In recent years – and especially since the pandemic – operators have implemented a range of new technologies that have optimized the prospect experience. These optimizations have allowed prospective renters to trade in their own currency i.e., shop for an apartment home in exactly the way they want to. Examples of these solutions include self-guided tours, video tours, chatbots and online tour-scheduling tools.

But one area where property managers need to up their game is sourcing their leads.

An Anyone Home analysis of one large operator found the company’s lead source accuracy was only 56%.In my experience, this stat is far from uncommon across the industry.

Before we dive into the reasons for the inaccurate sourcing, it’s important to discuss the dire consequences.

Stated simply, when you don’t know where your leads are coming from, you don’t know which components of your marketing efforts are working. You’re not going to make correct ad-buying and marketing decisions. This can lead to spending lots of money in the wrong places and seriously undermining the performance of your community.

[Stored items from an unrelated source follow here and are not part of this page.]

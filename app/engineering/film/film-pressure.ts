import { solveBanded } from "./banded-system";
import { type MeshSize, type Nodes, nodesAlong, nodesAround } from "./film-mesh";

/** Where a journal runs in its bearing. */
export interface FilmShape {
  /** Offset of the journal over the radial clearance: the film is 1 + ε cos θ radial clearances thick. */
  eccentricityRatio: number;
  lengthToDiameter: number;
}

export interface FilmPressure {
  around: Nodes;
  along: Nodes;
  /** By node around and along, in 6 µ ω (R/C)² ε, C the radial clearance; zero where the film is torn. */
  values: Float64Array;
  /** Nodes of a whole film. */
  pressed: Uint8Array;
  /** False where the torn part still changed when the rounds ran out. */
  converged: boolean;
}

const coarsest = 60;
const rounds = 60;

/**
 * Pressure of a steady film that begins at the widest gap and tears where pressure and gradient vanish together
 * (Swift–Stieber): the Reynolds equation by finite volumes as a complementarity problem, pressure ≥ 0. The set of
 * nodes under pressure is improved round by round, each a direct solution, from the answer on a mesh half as fine;
 * the matrix is an M-matrix, so the rounds close in on the one answer.
 * Source of the method: M. Hintermüller, K. Ito, K. Kunisch, SIAM J. Optim. 13 (2002), primal-dual active sets (from memory).
 */
export function filmPressure(shape: FilmShape, size: MeshSize): FilmPressure {
  const around = nodesAround(shape.eccentricityRatio, size.around);
  const along = nodesAlong(size.along);
  const cells = conductances(shape, around, along);
  const pressed = firstGuess(shape, size);
  const values = new Float64Array(pressed.length);
  for (let round = 0; round < rounds; round++) {
    solvePressed(cells, size.along, pressed, values);
    if (!adjustPressed(cells, size.along, pressed, values)) {
      return { around, along, values, pressed, converged: true };
    }
  }
  return { around, along, values, pressed, converged: false };
}

/** Nodes under pressure to begin with: those of a mesh half as fine, on the coarsest those where the gap narrows. */
function firstGuess(shape: FilmShape, { around, along }: MeshSize): Uint8Array {
  const pressed = new Uint8Array((around + 1) * along);
  if (around <= coarsest || around % 2 === 1 || along % 2 === 1) {
    return pressed.fill(1, along, Math.ceil(around / 2) * along);
  }
  const coarse = filmPressure(shape, { around: around / 2, along: along / 2 }).pressed;
  for (let i = 1; i < around; i++) {
    const column = Math.max(1, i >> 1) * (along / 2);
    for (let j = 0; j < along; j++) pressed[i * along + j] = coarse[column + (j >> 1)]!;
  }
  return pressed;
}

/** How easily oil flows from each node to the next one around and along, and what the wedge brings in. */
interface Conductances {
  /** From column i to i + 1, per unit of width along. */
  onward: Float64Array;
  /** Along the bearing in column i, per unit of 1/step. */
  sideways: Float64Array;
  /** What the narrowing gap brings into column i, per unit of width along. */
  source: Float64Array;
  rowWidth: Float64Array;
  /** 1/step from row j to j + 1. */
  rowStep: Float64Array;
}

function conductances(
  { eccentricityRatio, lengthToDiameter }: FilmShape,
  around: Nodes,
  along: Nodes,
): Conductances {
  const cube = (angle: number) => (1 + eccentricityRatio * Math.cos(angle)) ** 3;
  const slenderness = 1 / lengthToDiameter ** 2;
  const { place, face, width } = around;
  return {
    onward: face.map((angle, i) => cube(angle) / (place[i + 1]! - place[i]!)),
    sideways: place.map((angle, i) => slenderness * cube(angle) * width[i]!),
    source: place.map((angle, i) => Math.cos(face[i - 1] ?? angle) - Math.cos(face[i] ?? angle)),
    rowWidth: along.width,
    rowStep: along.face.map((_, j) => 1 / (along.place[j + 1]! - along.place[j]!)),
  };
}

/** Solves the nodes under pressure, with zero at all others. Column 0 is the film's start and never under pressure. */
function solvePressed(cells: Conductances, rows: number, pressed: Uint8Array, values: Float64Array): void {
  const { onward, sideways, source, rowWidth, rowStep } = cells;
  const width = rows + 1;
  const size = pressed.lastIndexOf(1) + 1;
  const entries = new Float64Array(size * width);
  values.fill(0);
  for (let node = 0; node < size; node++) {
    const diagonal = node * width + rows;
    if (!pressed[node]) {
      entries[diagonal] = 1;
      continue;
    }
    const i = Math.floor(node / rows);
    const j = node - i * rows;
    const inward = j === 0 ? 0 : sideways[i]! * rowStep[j - 1]!;
    entries[diagonal] = rowWidth[j]! * (onward[i - 1]! + onward[i]!) + inward + sideways[i]! * rowStep[j]!;
    if (pressed[node - rows]) entries[diagonal - rows] = -onward[i - 1]! * rowWidth[j]!;
    if (j > 0 && pressed[node - 1]) entries[diagonal - 1]! -= inward;
    values[node] = source[i]! * rowWidth[j]!;
  }
  solveBanded({ bandwidth: rows, entries, right: values }, size);
}

/** Lets go of nodes that would pull, takes on torn ones that would be filled; says whether any changed. */
function adjustPressed(
  cells: Conductances,
  rows: number,
  pressed: Uint8Array,
  values: Float64Array,
): boolean {
  const { onward, sideways, source, rowWidth, rowStep } = cells;
  let changed = false;
  const columns = onward.length;
  const next = pressed.slice();
  for (let i = 1; i < columns; i++) {
    for (let j = 0; j < rows; j++) {
      const node = i * rows + j;
      if (pressed[node]) {
        if (values[node]! < 0) next[node] = 0;
      } else {
        const inflow =
          rowWidth[j]! * (onward[i - 1]! * values[node - rows]! + onward[i]! * values[node + rows]!) +
          (j === 0 ? 0 : sideways[i]! * rowStep[j - 1]! * values[node - 1]!) +
          (j === rows - 1 ? 0 : sideways[i]! * rowStep[j]! * values[node + 1]!) +
          source[i]! * rowWidth[j]!;
        if (inflow > 0) next[node] = 1;
      }
      if (next[node] !== pressed[node]) changed = true;
    }
  }
  pressed.set(next);
  for (let node = 0; node < values.length; node++) if (values[node]! < 0) values[node] = 0;
  return changed;
}
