import { requireWithin } from "../cycle/sound-input";

/** A published least film to hold a calculated one against. */
export interface LeastFilmGuide {
  name: string;
  /** m. */
  leastFilm: number;
  source: string;
  /** True where the figures were not seen in print: to show with that said, and not to decide by. */
  doubtful: boolean;
}

/**
 * Published least films for a journal diameter, m, and surface speed, m/s; a guide that does not reach the diameter is
 * left out. They are for industrial bearings with ground journals, finer finishes run with less.
 * @throws EngineeringError `not-a-number`, `not-positive`, `outside-range`
 */
export function leastFilmGuides({
  diameter,
  surfaceSpeed,
}: {
  diameter: number;
  surfaceSpeed: number;
}): LeastFilmGuide[] {
  requireWithin(diameter, "diameter", { from: 1e-3, to: 2.5, unit: "m" });
  requireWithin(surfaceSpeed, "surfaceSpeed", { from: 0, to: 1e4, unit: "m/s" });
  const row = hydrodynamicRows.find(({ from, to }) => diameter > from && diameter <= to);
  return [
    {
      name: "Trumpler",
      leastFilm: 5.08e-6 + 4e-5 * diameter,
      source: "P. R. Trumpler, Design of Film Bearings (1966): 0.0002 in + 0.00004 d, as handbooks quote it",
      doubtful: false,
    },
    ...(row
      ? [
          {
            name: "ISO 7902-3",
            leastFilm: row.leastFilm[speedClasses.filter((limit) => surfaceSpeed > limit).length]! / 1e6,
            source: "ISO 7902-3 / DIN 31652-3, from memory: the printed table was not seen",
            doubtful: true,
          },
        ]
      : []),
  ];
}

/** Upper ends of the classes of surface speed, m/s; the last class is open. */
const speedClasses = [1, 3, 10, 30];

/** Diameters over and up to, m, and the least film by class of speed, µm. */
const hydrodynamicRows = [
  { from: 0.024, to: 0.063, leastFilm: [3, 4, 5, 7, 10] },
  { from: 0.063, to: 0.16, leastFilm: [4, 5, 7, 9, 12] },
  { from: 0.16, to: 0.4, leastFilm: [6, 7, 9, 11, 14] },
  { from: 0.4, to: 1, leastFilm: [8, 9, 11, 13, 16] },
  { from: 1, to: 2.5, leastFilm: [10, 12, 14, 16, 18] },
];
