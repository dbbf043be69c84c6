/** How many steps a film is cut into. */
export interface MeshSize {
  around: number;
  /** From the middle of the bearing to its edge; the other half is its mirror image. */
  along: number;
}

/** Nodes along one direction, with the cell around each. */
export interface Nodes {
  place: Float64Array;
  /** Half-way to the next node. */
  face: Float64Array;
  /** Of the cell around each node. */
  width: Float64Array;
}

/**
 * Nodes around the bearing from the widest gap (0) by way of the thinnest film (π) to 2π, crowded about the thinnest
 * film the more the thinner it is.
 */
export function nodesAround(eccentricityRatio: number, count: number): Nodes {
  const crowding = Math.min(0.93, Math.max(0.5, 1 - 0.6 * Math.sqrt(1 - eccentricityRatio)));
  return nodesAt(count, (index) => {
    const even = (2 * Math.PI * index) / count;
    return even + crowding * Math.sin(even);
  });
}

/** Nodes from the middle of the bearing (0) to its edge (1), crowded at the edge, where the pressure falls to nothing. */
export function nodesAlong(count: number): Nodes {
  return nodesAt(count, (index) => Math.sin((index / count) * (Math.PI / 2)));
}

function nodesAt(count: number, placeOf: (index: number) => number): Nodes {
  const place = Float64Array.from({ length: count + 1 }, (_, index) => placeOf(index));
  const face = Float64Array.from({ length: count }, (_, index) => (place[index]! + place[index + 1]!) / 2);
  const width = place.map((at, index) => (face[index] ?? at) - (face[index - 1] ?? at));
  return { place, face, width };
}
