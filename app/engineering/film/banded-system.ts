/**
 * A symmetric positive definite system whose entries lie within `bandwidth` of the diagonal, solved by Cholesky's
 * factors. Lower half only, row by row: the entry of row k and column k − d stands at `k·(bandwidth + 1) + bandwidth − d`.
 */
export interface BandedSystem {
  bandwidth: number;
  entries: Float64Array;
  right: Float64Array;
}

/** Solves the first `size` unknowns of the system in place: `right` becomes the solution, `entries` the factors. */
export function solveBanded({ bandwidth, entries, right }: BandedSystem, size: number): void {
  const width = bandwidth + 1;
  for (let row = 0; row < size; row++) {
    const rowStart = row * width + bandwidth - row;
    const first = Math.max(0, row - bandwidth);
    for (let column = first; column <= row; column++) {
      const columnStart = column * width + bandwidth - column;
      let sum = entries[rowStart + column]!;
      for (let k = first; k < column; k++) sum -= entries[rowStart + k]! * entries[columnStart + k]!;
      entries[rowStart + column] = column === row ? Math.sqrt(sum) : sum / entries[columnStart + column]!;
    }
    let value = right[row]!;
    for (let k = first; k < row; k++) value -= entries[rowStart + k]! * right[k]!;
    right[row] = value / entries[rowStart + row]!;
  }
  for (let row = size - 1; row >= 0; row--) {
    const rowStart = row * width + bandwidth - row;
    const value = right[row]! / entries[rowStart + row]!;
    right[row] = value;
    for (let k = Math.max(0, row - bandwidth); k < row; k++) right[k]! -= entries[rowStart + k]! * value;
  }
}
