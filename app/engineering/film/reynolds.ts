import { requireWithin } from "../cycle/sound-input";
import type { MeshSize } from "./film-mesh";
import { type FilmPressure, type FilmShape, filmPressure } from "./film-pressure";

/** A steady film in numbers without dimension: C radial clearance, N revolutions per second, P load over length and diameter. */
export interface FilmSolution {
  /** S = (R/C)² µ N / P. */
  sommerfeld: number;
  /** From the load line to the thinnest film, rad. */
  attitude: number;
  /** Friction coefficient at the journal times R/C, the whole turn filled. */
  friction: number;
  /** Oil carried in at the widest gap, over R C N L. */
  inflow: number;
  /** Oil that leaves at both edges, over R C N L. */
  sideFlow: number;
  /** Peak pressure over P. */
  peakPressure: number;
  /** Of the peak, and of the end of the film in the middle of the bearing, from the widest gap, rad. */
  peakAngle: number;
  filmEnd: number;
  converged: boolean;
}

const usualMesh: MeshSize = { around: 240, along: 20 };

/**
 * A steady plain bearing by the Reynolds equation, finite length, the film torn where pressure and gradient vanish
 * (`filmPressure`), some thousandths of a second a film.
 * Range: eccentricity ratio 1e-6–0.99, L/D 0.02–100. Error with the usual mesh: under 0.3 % for L/D to 2.
 * Source: O. Reynolds (1886) with the boundary of H. Swift (1932) and W. Stieber (1933); the friction from the shear
 * stress at the journal in closed form, (R/C) f = 2π² S/√(1−ε²) + ε sin φ/2, as the published tables count it.
 * @throws EngineeringError `not-a-number`, `not-positive`, `outside-range`
 */
export function solveReynolds(
  { eccentricityRatio, lengthToDiameter }: FilmShape,
  mesh = usualMesh,
): FilmSolution {
  requireWithin(eccentricityRatio, "eccentricityRatio", { from: 1e-6, to: 0.99, unit: "of the clearance" });
  requireWithin(lengthToDiameter, "lengthToDiameter", { from: 0.02, to: 100, unit: "diameters" });
  const shape = { eccentricityRatio, lengthToDiameter };
  const film = filmPressure(shape, mesh);
  const force = forceOf(film);
  const size = Math.hypot(force.outward, force.sideways);
  const sommerfeld = 1 / (6 * Math.PI * eccentricityRatio * size);
  const attitude = Math.atan2(force.sideways, force.outward);
  const peak = peakOf(film);
  return {
    sommerfeld,
    attitude,
    friction: frictionOf(eccentricityRatio, sommerfeld, attitude),
    inflow: inflowOf(shape, film),
    sideFlow: sideFlowOf(shape, film),
    peakPressure: (2 * peak.pressure) / size,
    peakAngle: peak.angle,
    filmEnd: filmEndOf(film),
    converged: film.converged,
  };
}

/** Friction coefficient at the journal times R/C; exact for a film filled all round. */
export function frictionOf(eccentricityRatio: number, sommerfeld: number, attitude: number): number {
  return (
    (2 * Math.PI ** 2 * sommerfeld) / Math.sqrt(1 - eccentricityRatio ** 2) +
    (eccentricityRatio * Math.sin(attitude)) / 2
  );
}

/** Force on the journal away from the thinnest film and square to it, per unit of the pressures' scale. */
function forceOf({ around, along, values }: FilmPressure): { outward: number; sideways: number } {
  const rows = along.place.length - 1;
  let outward = 0;
  let sideways = 0;
  for (let i = 1; i < around.place.length - 1; i++) {
    let column = 0;
    for (let j = 0; j < rows; j++) column += values[i * rows + j]! * along.width[j]!;
    outward -= column * around.width[i]! * Math.cos(around.place[i]!);
    sideways += column * around.width[i]! * Math.sin(around.place[i]!);
  }
  return { outward, sideways };
}

/** The flow through the first face after the widest gap; between them nothing is lost but the square of a step. */
function inflowOf({ eccentricityRatio }: FilmShape, { around, along, values }: FilmPressure): number {
  const rows = along.place.length - 1;
  const gap = 1 + eccentricityRatio * Math.cos(around.face[0]!);
  let slope = 0;
  for (let j = 0; j < rows; j++) slope += (values[rows + j]! * along.width[j]!) / around.place[1]!;
  return Math.PI * (gap - eccentricityRatio * gap ** 3 * slope);
}

/** What reaches the edge: the flow into the edge's half cells and what the wedge adds in them. */
function sideFlowOf(
  { eccentricityRatio, lengthToDiameter }: FilmShape,
  { around, along, values }: FilmPressure,
): number {
  const rows = along.place.length - 1;
  const step = along.place[rows]! - along.place[rows - 1]!;
  let flow = 0;
  for (let i = 1; i < around.place.length - 1; i++) {
    const pressure = values[i * rows + rows - 1]!;
    if (pressure === 0) continue;
    const angle = around.place[i]!;
    const gap = 1 + eccentricityRatio * Math.cos(angle);
    const wedge = (Math.sin(angle) * step) / 2;
    flow += around.width[i]! * ((gap ** 3 * pressure) / (step * lengthToDiameter ** 2) + wedge);
  }
  return Math.PI * eccentricityRatio * flow;
}

/** The highest pressure and its angle, by the parabola through the highest node and its neighbours. */
function peakOf({ around, along, values }: FilmPressure): { pressure: number; angle: number } {
  const rows = along.place.length - 1;
  let top = 1;
  for (let i = 1; i < around.place.length - 1; i++) if (values[i * rows]! > values[top * rows]!) top = i;
  const [before, at, after] = [top - 1, top, top + 1].map((i) => around.place[i]!) as [
    number,
    number,
    number,
  ];
  const [low, high, next] = [top - 1, top, top + 1].map((i) => values[i * rows]!) as [number, number, number];
  const rise = (high - low) / (at - before);
  const fall = (next - high) / (after - at);
  const bend = (fall - rise) / (after - before);
  const angle = (before + at) / 2 - rise / (2 * bend);
  return { angle, pressure: low + rise * (angle - before) + bend * (angle - before) * (angle - at) };
}

/** Where the film tears in the middle: the square root of the pressure falls there in a straight line. */
function filmEndOf({ around, along, values }: FilmPressure): number {
  const rows = along.place.length - 1;
  let last = around.place.length - 2;
  while (last > 2 && values[last * rows] === 0) last--;
  const end = Math.sqrt(values[last * rows]!);
  const before = Math.sqrt(values[(last - 1) * rows]!);
  const step = around.place[last]! - around.place[last - 1]!;
  return Math.min(around.place[last + 1]!, around.place[last]! + (step * end) / (before - end));
}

Now, let’s examine the factors that lead to inaccurate sourcing, which is basically rooted in three issues:

One issue stems from the fact that somewhere between 18% and 40% of prospects do not lease at the first property in an operator’s portfolio that they contact.

The problem with this is that in the standard property management system, the original source of the lead is not carried over to the other communities in the portfolio that the prospect contacts.

  • Second, most apartment operators aren’t consistently and accurately resolving duplicate leads in their property management systems.

Sometimes, the same person will appear in the system as two or more different leads because of human error. 

For example, one leasing associate may record a contact with a prospect by slightly misspelling a last name as “Gonzales.” When another leasing associate enters her name, they spell it “Gonzalez.” Now it looks like there are two different leads, only one of which can be converted into a lease. And if the prospect does convert, you will have an incomplete record of the prospect’s journey because her history is spread across two different “leads.”

In effect, you have erased the footprints in the snow that the prospect’s journey took, including possibly the original source of the lead.

  • Finally, online leasing, while great, more often than not creates a brand-new guest card with a brand-new source through the creation of the new lease. 

In your typical property management system, it won’t convert the original lead. The outcome of this is that a property’s website can be overattributed as a source of lead-to-lease conversions and other sources – such as internet listing services – can be severely under attributed.

All three of these factors contribute to poor lead source accuracy in property management software.

The Right CRM and the MECE Principle
By contrast, cutting-edge customer relationship management software can greatly increase source accuracy. Through a sophisticated algorithm, it can deal with human errors like misspellings of last names, get rid of duplicate leads and assemble a complete, accurate picture of a prospect’s journey.

In data collection, there’s a concept known as the MECE principle. MECE stands for “mutually exclusive, collectively exhaustive.” When it comes to storing and tracking prospect data, MECE should be your guiding principle. In other words, you want a complete record of your prospects and their journey without any lead duplication to muddy the picture. The right CRM can ensure this is the case.